Collected data:
"""Molfile and SDF (V2000 and V3000): checked line by line here, then understood by RDKit.

The comment line may state `charge=0 multiplicity=3`, which says more than radical marks can. A flat drawing
is built in three dimensions; the origin says so.
"""

import re
from collections.abc import Sequence
from dataclasses import replace
from typing import Any

from plumbrule_core.errors import Unreadable
from plumbrule_core.geometry.building import (
    atoms_of,
    build,
    check_elements,
    isotopes_left_out,
    library_refusals,
    multiplicity_of,
    sanitised,
)
from plumbrule_core.geometry.draft import Draft, Faulty, isotope_notes
from plumbrule_core.geometry.molfile_checks import COUNTS_LINE, labels_of
from plumbrule_core.geometry.molfile_writing import write as write
from plumbrule_core.geometry.stated import one_line, stated

SUFFIXES = (".mol", ".sdf")
NAME = "molfile"
END_OF_RECORD = "$$$$"


def recognises(text: str) -> bool:
    """Whether a counts line or the end mark of a record is there."""
    return re.search(r"(?m)^[ \d]{6}.*V[23]000\s*$|^M  END\s*$", text) is not None


def read(text: str) -> tuple[Draft, ...]:
    """One species a record; raises Unreadable with every faulty line."""
    faults = Faulty()
    drafts: list[Draft] = []
    for start, lines in _records(text):
        known = len(faults.said)
        labels = labels_of(lines, start, faults)
        said = _stated(lines, start, faults)
        if len(faults.said) == known:
            drafts.append(_draft(lines, labels, said, start))
    faults.refuse()
    return tuple(drafts)


def _records(text: str) -> list[tuple[int, list[str]]]:
    """Each record with the number of its first line, its counts line in fourth place."""
    lines = text.split("\n")
    ends = [at for at, line in enumerate(lines) if line.startswith(END_OF_RECORD)] + [len(lines)]
    starts = [0, *(end + 1 for end in ends[:-1])]
    records = [(start, lines[start:end]) for start, end in zip(starts, ends, strict=True)]
    return [_aligned(start + 1, record) for start, record in records if any(line.strip() for line in record)]


def _aligned(start: int, lines: list[str]) -> tuple[int, list[str]]:
    """Blank lines lost or gained above the counts line in pasting are put right."""
    place = next((at for at, line in enumerate(lines) if re.search(r"V[23]000\s*$", line)), COUNTS_LINE)
    if place < COUNTS_LINE:
        return start - (COUNTS_LINE - place), [""] * (COUNTS_LINE - place) + lines
    spare = place - COUNTS_LINE
    if spare and not any(line.strip() for line in lines[:spare]):
        return start + spare, lines[spare:]
    return start, lines


def _stated(lines: Sequence[str], start: int, faults: Faulty) -> dict[str, int]:
    try:
        return stated(lines[2]) if len(lines) > 2 else {}
    except ValueError as error:
        faults.add(start + 2, str(error))
        return {}


def _draft(lines: list[str], labels: list[str], said: dict[str, int], start: int) -> Draft:
    from rdkit import Chem

    with library_refusals(f"line {start}: in the record that starts here"):
        molecule = Chem.MolFromMolBlock("\n".join(lines) + "\n", sanitize=False, removeHs=False)
        if molecule is None or molecule.GetNumAtoms() != len(labels):
            raise Unreadable("bonds or properties cannot be read")
        check_elements(molecule)
        draft = _understood(molecule, lines)
    isotopes = isotope_notes(labels) or isotopes_left_out(molecule)
    draft = replace(draft, title=one_line(lines[0]), notes=isotopes + draft.notes)
    return _with_statement(draft, said, start + 2)


def _understood(molecule: Any, lines: Sequence[str]) -> Draft:
    from rdkit import Chem

    multiplicity = _multiplicity(molecule, lines)
    molecule.UpdatePropertyCache(strict=False)
    implied = sum(atom.GetTotalNumHs() for atom in molecule.GetAtoms())
    if _is_drawing(molecule, lines[1], implied):
        built = build(sanitised(molecule))
        return replace(built, multiplicity=multiplicity, notes=("a flat drawing, built in 3-D", *built.notes))
    notes: tuple[str, ...] = ()
    if implied and molecule.GetNumAtoms() > 1 and not any(a.GetAtomicNum() == 1 for a in molecule.GetAtoms()):
        molecule = Chem.AddHs(sanitised(molecule), addCoords=True)
        notes = (f"{implied} hydrogens added that its valences imply",)
    return Draft(
        atoms=atoms_of(molecule),
        charge=Chem.GetFormalCharge(molecule),
        multiplicity=multiplicity,
        notes=notes,
    )


def _is_drawing(molecule: Any, header: str, implied: int) -> bool:
    """Whether every z is zero, and the file is marked 2D, or not marked and hydrogens are left out."""
    mark = header[20:22].upper()
    if mark == "3D" or bool((molecule.GetConformer().GetPositions()[:, 2] != 0).any()):
        return False
    return mark == "2D" or (implied > 0 and molecule.GetNumAtoms() > 1)


def _multiplicity(molecule: Any, lines: Sequence[str]) -> int | None:
    """From radical marks, for RDKit gives paired and unpaired centres the same two electrons."""
    marks = [
        int(mark)
        for line in lines
        for mark in (
            re.findall(r"\s\d+\s+([123])(?=\s|$)", line[9:])
            if line.startswith("M  RAD")
            else re.findall(r"\sRAD=([123])\b", line)
            if line.startswith("M  V30")
            else []
        )
    ]
    if marks:
        return 1 + sum(mark - 1 for mark in marks)
    return multiplicity_of(molecule)


def _with_statement(draft: Draft, said: dict[str, int], line: int) -> Draft:
    charge = said.get("charge", draft.charge)
    if draft.charge and charge != draft.charge:
        raise Unreadable(
            f"line {line}: says charge={charge}, but the charges of its atoms add up to {draft.charge}"
        )
    multiplicity = said.get("multiplicity", draft.multiplicity)
    if draft.multiplicity and multiplicity != draft.multiplicity:
        raise Unreadable(
            f"line {line}: says multiplicity={multiplicity}, but its radical marks give {draft.multiplicity}"
        )
    return replace(draft, charge=charge, multiplicity=multiplicity)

The problem:
Looking through the data above, copy out each line in which the string "findall" occurs.

Exercise output:
            re.findall(r"\s\d+\s+([123])(?=\s|$)", line[9:])
            else re.findall(r"\sRAD=([123])\b", line)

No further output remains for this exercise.